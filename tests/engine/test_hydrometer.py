"""Sedimentation (hydrometer) analysis: Stokes diameters, percent finer, clay fraction, refusals."""

from __future__ import annotations

import math
from typing import Any

import pytest
from hypothesis import given
from hypothesis import strategies as st
from iapws import IAPWS95

from server.engine import InputError, calculate, evaluate
from server.engine.hydrometer import HYDROMETER_152H, gs_factor, percent_finer, stokes_diameter_mm

G = 9.80665  # standard gravity, CGPM 1901


def water(t_c: float) -> tuple[float, float]:
    """Viscosity (Pa·s) and density (kg/m³) of water at 1 atm from the `iapws` package (IAPWS-95/2008)."""
    w = IAPWS95(T=t_c + 273.15, P=0.101325)
    return w.mu, w.rho


def stokes_mm(depth_mm: float, minutes: float, t_c: float, gs: float) -> float:
    """Stokes (1851): D = sqrt(18 eta L / ((Gs - 1) rho_w g t)), written out independently in SI units."""
    mu, rho = water(t_c)
    return 1000.0 * math.sqrt(18.0 * mu * depth_mm / 1000.0 / ((gs - 1.0) * rho * G * minutes * 60.0))


TIMES_READINGS = [
    (1, 40.0),
    (2, 36.0),
    (5, 31.0),
    (15, 26.0),
    (30, 23.0),
    (60, 20.0),
    (250, 15.0),
    (1440, 10.0),
]


def base(**extra: Any) -> dict[str, Any]:
    """A fictional 50 g specimen of Gs 2.65 (so a = 1) read at 20 °C, zero reading 5 g/L."""
    return {
        "dry_mass_g": 50.0,
        "specific_gravity": 2.65,
        "meniscus_correction": 1.0,
        "zero_readings": [{"temperature_c": 20.0, "reading": 5.0}],
        "readings": [{"minutes": m, "reading": r, "temperature_c": 20.0} for m, r in TIMES_READINGS],
        **extra,
    }


def codes(ev: Any) -> list[str]:
    return [f.code for f in ev.flags]


# -- the formulas --------------------------------------------------------------------------------
def test_152h_effective_depth_follows_its_calibration_line() -> None:
    # ASTM D422 Table 2 / textbooks: L = 16.3 - 0.1641 R cm; at R = 0, 16.3 cm; at R = 50, 8.1 cm
    # (the table's value, from memory; the line gives 8.095 cm).
    assert HYDROMETER_152H.effective_depth_mm(0.0) == pytest.approx(163.0)
    assert HYDROMETER_152H.effective_depth_mm(50.0) == pytest.approx(80.95)


@pytest.mark.parametrize(("gs", "a"), [(2.50, 1.04), (2.60, 1.01), (2.65, 1.00), (2.70, 0.99), (2.80, 0.97)])
def test_specific_gravity_factor_matches_the_d422_table(gs: float, a: float) -> None:
    # ASTM D422 Table 1, correction factor a for the 152H, to two decimals (from memory).
    assert round(gs_factor(gs), 2) == a


def test_percent_finer_is_the_corrected_reading_over_the_dry_mass() -> None:
    # ASTM D422 cl. 14.3: P = a (R - Cc)/W x 100; Gs 2.65 (a = 1), R 40, Cc 6, W 50 g: 68 % by hand.
    assert percent_finer(40.0, 6.0, 50.0, 2.65) == pytest.approx(68.0)


@pytest.mark.parametrize(
    ("depth", "minutes", "t_c", "gs"),
    [(100.0, 30.0, 22.0, 2.70), (140.0, 0.5, 12.0, 2.55), (95.0, 1440.0, 28.5, 2.80)],
)
def test_diameter_follows_stokes_law_with_iapws_water(
    depth: float, minutes: float, t_c: float, gs: float
) -> None:
    # Stokes' law with viscosity and density of water from `iapws` (IAPWS 2008 / IAPWS-95).
    assert stokes_diameter_mm(depth, minutes, t_c, gs) == pytest.approx(
        stokes_mm(depth, minutes, t_c, gs), rel=5e-6
    )


def test_diameter_of_the_das_worked_example() -> None:
    # Das, Principles of Geotechnical Engineering, worked example (from memory): Gs 2.60, 24 °C,
    # reading 43 after 60 min, L = 16.29 - 0.1641 x 43 = 9.2 cm, K = 0.0131 from the D422 table:
    # D = 0.0131 sqrt(9.2/60) = 0.0051 mm. Our K comes from IAPWS water instead of the table.
    ev = calculate(
        "hydrometer",
        {
            "dry_mass_g": 50.0,
            "specific_gravity": 2.60,
            "meniscus_correction": 0.0,
            "hydrometer": {"type": "152H", "depth_at_zero_mm": 162.9},
            "readings": [
                {"minutes": 60, "reading": 43.0, "temperature_c": 24.0, "composite_correction": 0.0}
            ],
        },
    )
    assert ev.results["hydrometer_points"][0]["diameter_mm"] == pytest.approx(0.0051, abs=1e-4)


# -- the method ----------------------------------------------------------------------------------
def test_each_reading_gets_its_diameter_and_percent_finer() -> None:
    ev = calculate("hydrometer", base())
    pts = ev.results["hydrometer_points"]
    assert [p["minutes"] for p in pts] == [m for m, _ in TIMES_READINGS]
    for p, (m, r) in zip(pts, TIMES_READINGS, strict=True):
        depth = 163.0 - 1.641 * (r + 1.0)  # meniscus-corrected reading in the 152H line
        assert p["diameter_mm"] == pytest.approx(stokes_mm(depth, m, 20.0, 2.65), rel=5e-6)
        assert p["percent_finer"] == pytest.approx((r - 5.0) / 50.0 * 100.0)  # D422 cl. 14.3, a = 1
    assert ev.flags == []


def test_clay_fraction_is_interpolated_on_log_diameter() -> None:
    # 2 µm lies between the 250 min (15 g/L, 20 %) and 1440 min (10 g/L, 10 %) readings; by hand
    # P = P1 + (P2 - P1) ln(0.002/d1)/ln(d2/d1) with d from Stokes' law and `iapws` water.
    d1 = stokes_mm(163.0 - 1.641 * 11.0, 1440.0, 20.0, 2.65)
    d2 = stokes_mm(163.0 - 1.641 * 16.0, 250.0, 20.0, 2.65)
    assert d1 < 0.002 < d2
    expected = 10.0 + (20.0 - 10.0) * math.log(0.002 / d1) / math.log(d2 / d1)
    ev = calculate("hydrometer", base())
    assert ev.results["clay_fraction"] == pytest.approx(expected, rel=1e-5)
    assert ev.results["clay"] == ev.results["clay_fraction"]


def test_clay_fraction_is_not_extrapolated_beyond_the_readings() -> None:
    readings = base()
    readings["readings"] = readings["readings"][:6]  # stop at 60 min, about 6 µm
    ev = calculate("hydrometer", readings)
    assert ev.results["clay_fraction"] is None
    assert ev.results["silt"] is None
    assert codes(ev) == ["clay-fraction-outside-readings"]
    assert "uncertainty" not in ev.results


def test_silt_is_the_fines_less_the_clay() -> None:
    ev = calculate("hydrometer", base(passing_75um_pct=71.8))
    assert ev.results["silt"] == pytest.approx(71.8 - ev.results["clay_fraction"])


def test_separation_sieve_passing_scales_the_percent_finer_to_the_whole_sample() -> None:
    # ASTM D7928-21 cl. 3.2.3: the specimen is the material passing the separation sieve; of the whole
    # sample, P = 70 % x (40 - 5)/50 x 100 / 100 = 49 % for the first reading (by hand).
    ev = calculate("hydrometer", base(separation_passing_pct=70.0))
    assert ev.results["hydrometer_points"][0]["percent_finer"] == pytest.approx(49.0)


def test_composite_correction_is_interpolated_between_zero_readings() -> None:
    # Zero readings 6.5 at 18 °C and 5.5 at 24 °C: 6.0 at 21 °C (straight line, by hand), so a reading of
    # 46 at 21 °C gives (46 - 6)/50 x 100 = 80 %.
    readings = base(
        zero_readings=[{"temperature_c": 24.0, "reading": 5.5}, {"temperature_c": 18.0, "reading": 6.5}]
    )
    readings["readings"] = [{"minutes": 1, "reading": 46.0, "temperature_c": 21.0}]
    ev = calculate("hydrometer", readings)
    assert ev.results["hydrometer_points"][0]["percent_finer"] == pytest.approx(80.0)
    assert "composite-correction-extrapolated" not in codes(ev)


def test_a_reading_s_own_composite_correction_wins_over_the_zero_readings() -> None:
    readings = base()
    readings["readings"][0]["composite_correction"] = 8.0
    ev = calculate("hydrometer", readings)
    assert ev.results["hydrometer_points"][0]["percent_finer"] == pytest.approx((40.0 - 8.0) / 50.0 * 100.0)


def test_flags_a_composite_correction_carried_beyond_the_zero_readings() -> None:
    readings = base()
    readings["readings"][3]["temperature_c"] = 23.5  # 3.5 °C from the only zero reading
    ev = calculate("hydrometer", readings)
    assert codes(ev) == ["composite-correction-extrapolated"]
    assert "23.5 °C at 15 min" in ev.flags[0].message


def test_flags_a_reading_outside_the_152h_scale() -> None:
    # The 152H is graduated from -5 to 60 g/L (ASTM E100, from memory).
    readings = base()
    readings["readings"][0]["reading"] = 62.0
    ev = calculate("hydrometer", readings)
    assert "hydrometer-reading-out-of-range" in codes(ev)
    assert "62 at 1 min" in next(f.message for f in ev.flags if f.code == "hydrometer-reading-out-of-range")


def test_flags_a_reading_that_rises_as_the_particles_settle() -> None:
    readings = base()
    readings["readings"][4]["reading"] = 27.0  # above the 15 min reading of 26
    ev = calculate("hydrometer", readings)
    assert codes(ev) == ["passing-not-monotonic"]


def test_flags_a_percent_finer_below_zero() -> None:
    readings = base()
    readings["readings"][-1]["reading"] = 4.0  # below the zero reading of 5
    ev = calculate("hydrometer", readings)
    assert "percent-finer-out-of-bounds" in codes(ev)


# -- uncertainty ---------------------------------------------------------------------------------
def _clay(readings: dict[str, Any]) -> float:
    value = calculate("hydrometer", readings).results["clay_fraction"]
    assert isinstance(value, float)
    return value


def _numeric_u(readings: dict[str, Any], paths: list[tuple[list[Any], float]]) -> float:
    """GUM eq. 10 with sensitivities by central differences (JCGM 100:2008 cl. 5.1.3 note 2)."""
    total = 0.0
    for path, u in paths:
        h = 1e-4
        values = []
        for sign in (1.0, -1.0):
            copy: Any = {
                **readings,
                "readings": [dict(x) for x in readings["readings"]],
                "zero_readings": [dict(x) for x in readings.get("zero_readings", [])],
            }
            node = copy
            for key in path[:-1]:
                node = node[key]
            node[path[-1]] = node[path[-1]] + sign * h
            values.append(_clay(copy))
        total += ((values[0] - values[1]) / (2 * h) * u) ** 2
    return math.sqrt(total)


def test_clay_fraction_uncertainty_matches_numerical_propagation() -> None:
    readings = base(reading_resolution=1.0, balance={"resolution_g": 0.01, "calibration_u_g": 0.0})
    ev = calculate("hydrometer", readings)
    u_r = 1.0 / math.sqrt(12.0)  # rectangular, JCGM 100:2008 cl. F.2.2.1
    u_m = 0.01 / math.sqrt(12.0)
    expected = _numeric_u(
        readings,
        [
            (["readings", 6, "reading"], u_r),
            (["readings", 7, "reading"], u_r),
            (["zero_readings", 0, "reading"], u_r),
            (["meniscus_correction"], u_r),
            (["dry_mass_g"], u_m),
        ],
    )
    got = ev.results["uncertainty"]["clay_fraction"]
    assert got["u"] == pytest.approx(expected, rel=1e-4)
    assert got["U"] == pytest.approx(2.0 * got["u"]) and got["k"] == 2.0


def test_clay_fraction_uncertainty_with_corrections_typed_per_reading() -> None:
    readings = base(reading_resolution=0.5, zero_readings=[])
    for row in readings["readings"]:
        row["composite_correction"] = 5.0
    ev = calculate("hydrometer", readings)
    u_r = 0.5 / math.sqrt(12.0)
    u_m = math.sqrt(0.01**2 / 12.0 + 0.005**2)  # the default balance of server.engine.uncertainty
    expected = _numeric_u(
        readings,
        [
            (["readings", 6, "reading"], u_r),
            (["readings", 7, "reading"], u_r),
            (["readings", 6, "composite_correction"], u_r),
            (["readings", 7, "composite_correction"], u_r),
            (["meniscus_correction"], u_r),
            (["dry_mass_g"], u_m),
        ],
    )
    assert ev.results["uncertainty"]["clay_fraction"]["u"] == pytest.approx(expected, rel=1e-4)


# -- refusals ------------------------------------------------------------------------------------
def test_refuses_a_time_that_does_not_follow_the_previous_reading() -> None:
    readings = base()
    readings["readings"][2]["minutes"] = 2
    ev = evaluate("hydrometer", readings)
    assert [e.loc for e in ev.errors] == [("readings", "readings", 2, "minutes")]
    assert "reading 3: time (2 min) must be after the previous reading's (2 min)" == ev.errors[0].message
    # the other readings still show; the clay fraction, which needs them all, does not
    assert len(ev.results["hydrometer_points"]) == 7
    assert "clay_fraction" not in ev.results


def test_refuses_a_reading_without_a_composite_correction() -> None:
    readings = base(zero_readings=[])
    readings["readings"][0]["composite_correction"] = 5.0
    ev = evaluate("hydrometer", readings)
    assert [e.loc for e in ev.errors] == [
        ("readings", "readings", i, "composite_correction") for i in range(1, 8)
    ]


@pytest.mark.parametrize(
    ("key", "value"),
    [
        ("specific_gravity", 1.0),
        ("specific_gravity", "x"),
        ("dry_mass_g", -50.0),
        ("meniscus_correction", None),
    ],
)
def test_refuses_bad_test_wide_values(key: str, value: Any) -> None:
    ev = evaluate("hydrometer", base(**{key: value}))
    assert [e.loc for e in ev.errors] == [("readings", key)]
    assert ev.results.get("hydrometer_points", []) == []


def test_refuses_a_temperature_outside_the_water_formulas() -> None:
    readings = base()
    readings["readings"][1]["temperature_c"] = 45.0
    with pytest.raises(InputError, match=r"reading 2: temperature \(45 °C\) is above 40 °C"):
        calculate("hydrometer", readings)


def test_refuses_a_reading_beyond_the_hydrometer_stem() -> None:
    readings = base()
    readings["readings"][0]["reading"] = 99.5  # 163 - 1.641 x 100.5 < 0
    ev = evaluate("hydrometer", readings)
    assert [e.loc for e in ev.errors] == [("readings", "readings", 0, "reading")]


def test_refuses_an_unknown_hydrometer_type() -> None:
    ev = evaluate("hydrometer", base(hydrometer={"type": "151H"}))
    assert [e.loc for e in ev.errors] == [("readings", "hydrometer", "type")]


def test_refuses_two_zero_readings_at_one_temperature() -> None:
    ev = evaluate(
        "hydrometer",
        base(
            zero_readings=[{"temperature_c": 20.0, "reading": 5.0}, {"temperature_c": 20.0, "reading": 5.5}]
        ),
    )
    assert [e.loc for e in ev.errors] == [("readings", "zero_readings", 1, "temperature_c")]


def test_refuses_more_passing_75_um_than_passes_the_separation_sieve() -> None:
    ev = evaluate("hydrometer", base(separation_passing_pct=60.0, passing_75um_pct=70.0))
    assert [e.loc for e in ev.errors] == [("readings", "passing_75um_pct")]


# -- properties ----------------------------------------------------------------------------------
@given(
    st.lists(st.floats(min_value=2.0, max_value=3.0), min_size=2, max_size=8),
    st.lists(st.floats(min_value=0.0, max_value=6.0), min_size=2, max_size=8),
    st.floats(min_value=15.0, max_value=30.0),
)
def test_readings_on_a_doubling_schedule_give_ever_finer_diameters_and_never_rising_percentages(
    factors: list[float], drops: list[float], t_c: float
) -> None:
    # Each time at least twice the last (as the usual 1, 2, 5, 15 ... min schedule) and a fall of the
    # reading of at most 6 g/L: D ~ sqrt(L/t) falls by 1/sqrt(2) while L grows by at most 14 %.
    n = min(len(factors), len(drops))
    minutes, reading = 0.5, 55.0
    rows = []
    for factor, drop in zip(factors[:n], drops[:n], strict=True):
        minutes *= factor
        reading -= drop
        rows.append(
            {"minutes": minutes, "reading": reading, "temperature_c": t_c, "composite_correction": 0.0}
        )
    ev = calculate(
        "hydrometer",
        {"dry_mass_g": 60.0, "specific_gravity": 2.7, "meniscus_correction": 0.5, "readings": rows},
    )
    pts = ev.results["hydrometer_points"]
    assert all(a["diameter_mm"] > b["diameter_mm"] for a, b in zip(pts, pts[1:], strict=False))
    assert all(a["percent_finer"] >= b["percent_finer"] for a, b in zip(pts, pts[1:], strict=False))
    assert "passing-not-monotonic" not in codes(ev)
════════
REQUIRED ACTION:
Nothing but the lines from the top of the records down to the line with "from hypothesis import strategies as st" belongs in the answer; repeat them exactly.

OUTPUT FOR THIS EXERCISE:
filename tests/engine/test_hydrometer.py
"""Sedimentation (hydrometer) analysis: Stokes diameters, percent finer, clay fraction, refusals."""

from __future__ import annotations

import math
from typing import Any

import pytest
from hypothesis import given
from hypothesis import strategies as st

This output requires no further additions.